Donna Dizon-Townson, M.D.
Department of OB/GYN
U of U College of Medicine




Take Home Points


  1. To know and understand pertinent areas to cover when eliciting a genetic history from a patient.

  2. To know and understand the different types of genetic abnormalities: chromosomal, single gene defects (Mendelian disorders), multifactorial / polygenic.

  3. To know and understand the indications, advantages, and disadvantages of several prenatal invasive diagnostic procedures.

  4. To be familiar with several molecular techniques used for prenatal diagnosis.



Aneuploid: A haploid gamete or diploid cell lacking the expected number of chromosomes (n or 2n)
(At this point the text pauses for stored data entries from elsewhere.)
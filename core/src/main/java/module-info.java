/**
 * strainmath core: quantities with units, strain gauges, exact Wheatstone-bridge equations, the
 * per-sample kernels that convert blocks of bridge readings to strain, material constitutive
 * conversion, and the counting and fatigue damage of strain and stress histories.
 *
 * <p>Exported: {@link org.strainmath.quantity} (immutable quantities with units),
 * {@link org.strainmath.bridge} (gauges, bridge arms, bridges, channels and their block
 * kernels) and {@link org.strainmath.material} (elastic constants, plane strain and stress
 * states, Hooke's law, the orthotropic lamina), {@link org.strainmath.history} (turning points,
 * rainflow counting, histograms of cycles) and {@link org.strainmath.fatigue} (S–N and
 * strain–life curves, mean-stress corrections, Palmgren–Miner damage). The
 * package {@code org.strainmath.internal} holds argument checks, formatting and kernel helpers;
 * it is exported only to the rosette and calibration modules of this library.
 */
module org.strainmath.core {
    exports org.strainmath.quantity;
    exports org.strainmath.bridge;
    exports org.strainmath.material;
    exports org.strainmath.history;
    exports org.strainmath.fatigue;
    // Argument checks, formatting and kernel helpers, shared with the other library modules
    // only.
    exports org.strainmath.internal to org.strainmath.rosette, org.strainmath.calibration;
}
Translocation: Following chromosomal breakage, material may be exchanged between two or more chromosomes. When no genetic material is lost, the translocation is balanced. Translocations may be reciprocal or robertsonian (acrocentric chromosomes: chromosomes 13,14,15,21,22).

Single gene: The DNA sequence encoding a single protein.

Mendelian Inheritance: Genetic traits that follow the Mendelian laws of segregation and independent assortment.

Multifactorial / polygenic: A combination of genetic and environmental factors must be invoked for anomalies whose recurrence risks are greater than the general population but less than that expected on the basis of a single recessive or dominant gene (25% and 50% respectively)

Polymerase chain reaction (PCR): Amplification of short sequences (up to 2kb) of DNA without the need for cloning. This method is based on the use of DNA primers that are complementary to sequences on either side of the DNA of interest. Approximately 35 cycles of denaturation (95ÉC), primer annealing (60ÉC), and extension (72ÉC) are then performed.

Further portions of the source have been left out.